One for you Leeds chaps.

Just spent the day in Leeds visiting eldest daughter and apart from wandering around the shops we popped to Laynes newest place just nect to the Old Tetley Brewery and opposite Crown Point....

Apparently only opened recently... situated in a trendy/industrial/workshoppy place.

A mix of Bar/Food & Coffee....

Good atmosphere and vibe - I was there early afternoon so all fairly family based.... a couple of parents with kids eating, a few couples with coffee/tea & cake and a few having a beer.

I think in the evenings it is more a youngsters hang out pre-&-post clubbing.

Only doing espresso based coffee at the moment but I had a couple of flat whites which were very nice...

After a bit more shopping we ended up at Shuffledogs which is run by Brewdogs....

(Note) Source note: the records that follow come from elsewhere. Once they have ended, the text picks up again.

//! Whether other states meet the same equations as an answer.
//!
//! Ideal ones have one answer only. Two kinds can have more: activity models with ions of
//! charge three and above, whose coefficients fall and then rise steeply with the ionic
//! strength; and a charged species held at a value, which a recipe can pass on its way
//! up and again on its way down.

use std::sync::atomic::AtomicBool;

use super::frame::Frame;
use super::solve::{needs_activity, solve};
use super::system::{Answer, Failure, IonicStrength, System};
use super::{root, skew};

/// Ionic strengths looked at, mol per litre or kilogram, so many to a decade.
const LOOK: (f64, f64, f64) = (1e-8, 1e2, 8.0);
/// States closer than this in ln I, or in pH, are the same.
const SAME: f64 = 1e-6;

/// The states beside `answer`, which is one of them; none for most systems, at no cost
/// then. A search over a fixed grid: two states that lie closer to one another than its
/// meshes (an eighth of a decade of ionic strength, half a unit of pH) can be missed.
///
/// # Errors
/// [`Failure::Cancelled`]. States that cannot be solved are passed over.
pub fn other_states(
    system: &System,
    answer: &Answer,
    cancel: &AtomicBool,
) -> Result<Vec<Answer>, Failure> {
    let passed = |failure: Failure| match failure {
        Failure::Cancelled => Err(Failure::Cancelled),
        _ => Ok(Vec::new()),
    };
    match Frame::new(system) {
        Ok(frame) if frame.askew => match skew::states(system, None, cancel) {
            Ok((states, _)) => {
                let other = |a: &Answer| {
                    let ln_h = |a: &Answer| a.ln_components.first().copied().unwrap_or(0.0);
                    (ln_h(a) - ln_h(answer)).abs() > SAME
                };
                Ok(states.into_iter().filter(other).collect())
            }
            Err(failure) => passed(failure),
        },
        Ok(_) => {
            let steep = system.species.iter().any(|s| s.charge.abs() >= 3);
            let computed = system.ionic_strength == IonicStrength::Computed;
            if !(steep && computed && needs_activity(system)) {
                return Ok(Vec::new());
            }
            by_ionic_strength(system, answer, cancel).or_else(passed)
        }
        Err(failure) => passed(failure),
    }
}

fn by_ionic_strength(
    system: &System,
    answer: &Answer,
    cancel: &AtomicBool,
) -> Result<Vec<Answer>, Failure> {
    let mut given = system.clone();
    let mut last = answer.clone();
    // ln of the ionic strength that comes out over the one that was put in.
    let mut excess = |ln: f64| -> Result<f64, Failure> {
        given.ionic_strength = IonicStrength::Given(ln.exp());
        last = solve(&given, Some(&last), cancel)?;
        let terms = system.species.iter().zip(&last.concentrations);
        let out: f64 = terms.map(|(s, c)| 0.5 * f64::from(s.charge).powi(2) * c).sum();
        Ok(out.ln() - ln)
    };
    let steps = ((LOOK.1 / LOOK.0).log10() * LOOK.2) as u32;
    let mut marks: Vec<root::Mark> = Vec::new();
    for step in 0..=steps {
        let ln = LOOK.0.ln() + f64::from(step) * std::f64::consts::LN_10 / LOOK.2;
        match excess(ln) {
            Ok(value) => marks.push((ln, value)),
            Err(Failure::Cancelled) => return Err(Failure::Cancelled),
            Err(_) => {}
        }
    }
    let mut found = Vec::new();
    for pair in marks.windows(2) {
        if pair[0].1 * pair[1].1 < 0.0 {
            let ln = root::narrow(&mut excess, pair[0], pair[1], 1e-9)?;
            if (ln - answer.ionic_strength.ln()).abs() > SAME {
                found.push(ln);
            }
        }
    }
    let mut states = Vec::new();
    for ln in found {
        given.ionic_strength = IonicStrength::Given(ln.exp());
        let near = solve(&given, Some(answer), cancel)?;
        // From there the joint iteration stays with the state that it is nearest to.
        let state = solve(system, Some(&near), cancel)?;
        if (state.ionic_strength.ln() - answer.ionic_strength.ln()).abs() > SAME {
            states.push(state);
        }
    }
    Ok(states)
}
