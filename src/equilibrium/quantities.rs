//! Quantities of the solved state, as a file asks for them.

use std::f64::consts::LN_10;

use num_traits::ToPrimitive;

use super::build::ln_formation;
use super::sensitivity;
use super::system::{Answer, System};
use crate::chemistry::constant::volts_per_pe;
use crate::problem::model::{Problem, Sought, WrittenBalance, WrittenTerm, WrittenWhat};
use crate::problem::scope::WATER;

/// A problem with its numbers and its answer.
#[derive(Clone, Debug)]
pub struct Solved {
    pub system: System,
    pub answer: Answer,
    /// pH and ionic strength of other states that meet the same equations; none for most
    /// problems.
    pub others: Vec<(f64, f64)>,
}

impl Solved {
    pub fn ph(&self) -> f64 {
        self.answer.ph()
    }

    /// ln activity of a species of the scope: for a gas, of its pressure in atm; for a
    /// solid, of its degree of saturation. None where it does not belong.
    pub fn ln_activity(&self, problem: &Problem, species: usize) -> Option<f64> {
        let made = problem.scope.belonging.made[species].as_ref()?;
        if species == WATER {
            return Some(0.0);
        }
        let sum: f64 = made
            .row
            .iter()
            .map(|&(j, n)| n.to_f64().unwrap_or(0.0) * self.answer.ln_components[j])
            .sum();
        Some(ln_formation(problem, species) + sum)
    }

    /// mol per litre or kilogram of a component over all dissolved species.
    pub fn total(&self, component: usize) -> f64 {
        self.shares(component).map(|(_, share)| share).sum()
    }

    /// What each dissolved species holds of a component, by row of the stoichiometry.
    pub fn shares(&self, component: usize) -> impl Iterator<Item = (usize, f64)> + '_ {
        self.system.species.iter().enumerate().filter_map(move |(i, species)| {
            let at = species.row.iter().find(|&&(j, _)| j == component)?;
            Some((i, at.1.to_f64()? * self.answer.concentrations[i]))
        })
    }

    /// Left less right of a written balance at the answer, mol per litre or kilogram.
    pub fn written_error(&self, problem: &Problem, balance: &WrittenBalance) -> f64 {
        let sum = |terms: &[WrittenTerm]| -> f64 {
            terms
                .iter()
                .map(|term| {
                    let value = match term.what {
                        WrittenWhat::Species(row) => self.answer.concentrations[row],
                        WrittenWhat::Total(component) => self.total(component),
                        WrittenWhat::Added(reagent) => problem.reagents[reagent].amount,
                        WrittenWhat::Amount { value, .. } => value,
                    };
                    term.coefficient.to_f64().unwrap_or(0.0) * value
                })
                .sum()
        };
        sum(&balance.left) - sum(&balance.right)
    }

    /// Charge of all cations and of all anions, both positive, eq per litre or kilogram.
    pub fn charges(&self) -> (f64, f64) {
        let mut sums = (0.0, 0.0);
        for (species, c) in self.system.species.iter().zip(&self.answer.concentrations) {
            let charge = f64::from(species.charge) * c;
            if charge > 0.0 {
                sums.0 += charge;
            } else {
                sums.1 -= charge;
            }
        }
        sums
    }

    /// Cations less anions over their sum, in percent; zero where there are no ions.
    pub fn imbalance_percent(&self) -> f64 {
        let (cations, anions) = self.charges();
        let sum = cations + anions;
        if sum > 0.0 { 100.0 * (cations - anions) / sum } else { 0.0 }
    }

    /// mol per litre or kilogram of strong base for one unit of pH.
    pub fn buffer_capacity(&self) -> Option<f64> {
        sensitivity::buffer_capacity(&self.system, &self.answer)
    }

    /// The value in base units; none where the quantity has none here.
    pub fn value(&self, problem: &Problem, sought: Sought) -> Option<f64> {
        let value = match sought {
            Sought::Ph => self.ph(),
            Sought::Poh => {
                let hydroxide = problem.scope.find("OH-")?;
                -self.ln_activity(problem, hydroxide)? / LN_10
            }
            Sought::Pe => {
                let pe = -self.answer.ln_components[problem.scope.component("e-")?] / LN_10;
                // Where nothing is there in two states, electrons have no activity.
                pe.is_finite().then_some(pe)?
            }
            Sought::Concentration(species) => {
                self.answer.concentrations[problem.scope.row_of(species)?]
            }
            Sought::Activity(species) | Sought::Pressure(species) => {
                self.ln_activity(problem, species)?.exp()
            }
            Sought::SaturationIndex(species) => self.ln_activity(problem, species)? / LN_10,
            Sought::Total(component) => self.total(component),
            Sought::Fraction { species, component } => {
                let row = problem.scope.row_of(species)?;
                let (_, share) = self.shares(component).find(|&(i, _)| i == row)?;
                share / self.total(component)
            }
            Sought::Potential => self.value(problem, Sought::Pe)? * volts_per_pe(problem.kelvin),
            Sought::Alkalinity => self.alkalinity(problem),
            Sought::Acidity => self.acidity(problem),
            Sought::Hardness => self.hardness(problem),
            Sought::CarbonateHardness => self.carbonate_hardness(problem),
            Sought::IonicStrength => self.answer.ionic_strength,
            Sought::BufferCapacity => self.buffer_capacity()?,
            Sought::ChargeImbalance { equivalents: false } => self.imbalance_percent(),
            Sought::ChargeImbalance { equivalents: true } => {
                let (cations, anions) = self.charges();
                cations - anions
            }
        };
        // Minus infinity is the saturation index of a solid whose ions are absent.
        (!value.is_nan()).then_some(value)
    }
}
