//! What a water can take up of acid or base down to a stated level, and its hardness: the
//! sums by which the trade reports a water.

use std::collections::HashMap;

use num_rational::Rational64;
use num_traits::{One, ToPrimitive};

use super::quantities::Solved;
use crate::chemistry::element::Element;
use crate::problem::model::Problem;
use crate::problem::reaction::STANDARD;
use crate::problem::scope::PROTON;
use crate::problem::sparse::{Row, coefficient};

/// The zero level of alkalinity by Dickson (1981, Deep-Sea Research 28A, 609).
const ALKALINITY_LEVEL: f64 = 4.5;
/// The phenolphthalein end point of acidity, Standard Methods for the Examination of Water
/// and Wastewater, 2310 (recalled).
const ACIDITY_LEVEL: f64 = 8.3;
/// The alkaline earths that an EDTA titration finds; Ca and Mg are nearly all of it in most
/// waters (Standard Methods 2340, recalled).
const ALKALINE_EARTHS: [&str; 4] = ["Ca", "Mg", "Sr", "Ba"];

impl Solved {
    /// Alkalinity by Dickson (1981), eq per litre or kilogram: proton acceptors formed from
    /// acids of pKa 4.5 and above (25 °C, zero ionic strength), over proton donors. The
    /// zero level of each component is the form that dominates at pH 4.5.
    pub fn alkalinity(&self, problem: &Problem) -> f64 {
        self.alkalinity_of(problem, |row| self.answer.concentrations[row])
    }

    /// The same sum over something else than concentrations, given by row.
    pub(super) fn alkalinity_of(&self, problem: &Problem, of: impl Fn(usize) -> f64) -> f64 {
        self.proton_deficit(problem, ALKALINITY_LEVEL, of)
    }

    /// Acidity, eq of strong base per litre or kilogram down to the phenolphthalein end
    /// point: proton donors over acceptors, where the zero level of each component is the
    /// form that dominates at pH 8.3. Below zero in a water past that end point, where it is
    /// the alkalinity to it, with the other sign.
    pub fn acidity(&self, problem: &Problem) -> f64 {
        self.acidity_of(problem, |row| self.answer.concentrations[row])
    }

    /// The same sum over something else than concentrations, given by row.
    pub(super) fn acidity_of(&self, problem: &Problem, of: impl Fn(usize) -> f64) -> f64 {
        -self.proton_deficit(problem, ACIDITY_LEVEL, of)
    }

    /// mol of dissolved alkaline earths per litre or kilogram, in all their forms.
    pub fn hardness(&self, problem: &Problem) -> f64 {
        self.hardness_of(problem, |row| self.answer.concentrations[row])
    }

    /// The same sum over something else than concentrations, given by row.
    pub(super) fn hardness_of(&self, problem: &Problem, of: impl Fn(usize) -> f64) -> f64 {
        let scope = &problem.scope;
        let earths: Vec<Element> =
            ALKALINE_EARTHS.iter().filter_map(|symbol| Element::from_symbol(symbol)).collect();
        scope
            .dissolved
            .iter()
            .enumerate()
            .map(|(row, &s)| {
                let count = |&element: &Element| {
                    scope.species[s].element_count(element).and_then(|n| n.to_f64())
                };
                of(row) * earths.iter().filter_map(count).sum::<f64>()
            })
            .sum()
    }

    /// The part of the hardness that the alkalinity answers for, half a mole to the
    /// equivalent: the smaller of the two, and zero in a water without alkalinity.
    pub fn carbonate_hardness(&self, problem: &Problem) -> f64 {
        self.hardness(problem).min(self.alkalinity(problem) / 2.0).max(0.0)
    }

    /// Protons that are lacking against the forms that dominate at this pH.
    fn proton_deficit(&self, problem: &Problem, ph: f64, of: impl Fn(usize) -> f64) -> f64 {
        let levels = Levels::new(problem, ph);
        self.system
            .species
            .iter()
            .enumerate()
            .map(|(row, species)| {
                let (protons, rest) = apart(&species.row);
                (levels.of(&rest) - protons) * of(row)
            })
            .sum()
    }
}

/// The protons of a row, and the row without them.
fn apart(row: &Row) -> (f64, Row) {
    let rest = row.iter().copied().filter(|&(j, _)| j != PROTON).collect();
    (coefficient(row, PROTON).to_f64().unwrap_or(0.0), rest)
}

/// How many protons the form holds that dominates at a pH, for each set of forms that differ
/// in protons alone.
struct Levels {
    /// By the row without its protons. Forms of another oxidation state are a set of their
    /// own: SO4^2- counts nothing, whatever SO3^2- counts.
    dominating: HashMap<Row, f64>,
    electron: Option<usize>,
}

impl Levels {
    fn new(problem: &Problem, ph: f64) -> Self {
        let scope = &problem.scope;
        let electron = scope.component("e-");
        let mut best: HashMap<Row, (f64, f64)> = HashMap::new();
        for (row, &s) in scope.stoichiometry.species.iter().zip(&scope.dissolved) {
            let (protons, rest) = apart(&row.row);
            let is_redox = rest.iter().any(|&(j, _)| Some(j) == electron);
            let mut others = rest.iter().filter(|&&(j, _)| Some(j) != electron);
            // A complex counts as what it is made of.
            let is_own_set = match (others.next(), others.next()) {
                (None, _) => is_redox,
                (Some((_, n)), None) => is_redox || n.is_one(),
                _ => false,
            };
            if !is_own_set {
                continue;
            }
            let log_k = |r: usize| scope.reactions[r].log_k(STANDARD).map_or(0.0, |(k, _)| k);
            let made = scope.belonging.made[s].as_ref();
            let height = made.map_or(0.0, |made| made.log_beta(log_k)) - protons * ph;
            let known = best.entry(rest).or_insert((f64::NEG_INFINITY, 0.0));
            if height > known.0 {
                *known = (height, protons);
            }
        }
        let dominating = best.into_iter().map(|(row, (_, protons))| (row, protons)).collect();
        Self { dominating, electron }
    }

    fn of(&self, row: &Row) -> f64 {
        if let Some(protons) = self.dominating.get(row) {
            return *protons;
        }
        let electrons = row.iter().find(|&&(j, _)| Some(j) == self.electron);
        // In a complex one part is oxidised or reduced, and counts so.
        let state = electrons.and_then(|&electrons| {
            row.iter().filter(|&&part| part != electrons).find_map(|&(j, _)| {
                let mut of_part = vec![(j, Rational64::one()), electrons];
                of_part.sort_by_key(|&(j, _)| j);
                Some((j, *self.dominating.get(&of_part)?))
            })
        });
        let (of_state, protons) = state.map_or((None, 0.0), |(j, n)| (Some(j), n));
        let others = row.iter().filter(|&&(j, _)| Some(j) != self.electron);
        let others = others.map(|&(j, n)| {
            let n = n.to_f64().unwrap_or(0.0) - f64::from(u8::from(Some(j) == of_state));
            n * self.dominating.get(&vec![(j, Rational64::one())]).copied().unwrap_or(0.0)
        });
        protons + others.sum::<f64>()
    }
}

A very wide range of beers and 3 or 4 Shuffle board "tables" in the basement.

The beer was very nice and I am shite at Shuffle board...

They were also advertising various coffees and brews - "We are as serious about our coffee as we are about our beer"...

Given they are really serious (and good) at beer the coffee should be worth a try (I had to run for a train so didn't have time to try it out).


----------



## forzajuve (Feb 2, 2011)

Laynes on the station approach is really good, is this a new venture from the same? Can't stand brewdog but I'm sure the coffee will be good.


----------



## Drewster (Dec 1, 2013)

forzajuve said:


> Laynes on the station approach is really good, is this a new venture from the same? Can't stand brewdog but I'm sure the coffee will be good.


So I am told.....

The Brewdog place had about 30 odd beers..... should find something you like


----------



## Gallant (Jul 3, 2015)

New place by Laynes is a part of Sheaf St. Cafeteria / Duke Studios, half Laynes half can and bottle bar (mostly a craft beer affair, with a small backbar of spirits and possibly a few beers on tap, I was in a rush whilst I was in). I think the Laynes side is open until just after most work places close up (though don't quote me on that), and the bar is open Friday and Saturday's until 'late' from what I've gathered from social media.

Big shuttered warehouse type building, they bang the shutters up when it's nice and sunny making nice and sunny inside, the beer garden around the back is a nice place to chill out in. I'll likely pop back at some point but it's the wrong side of town for me to be getting across to.


----------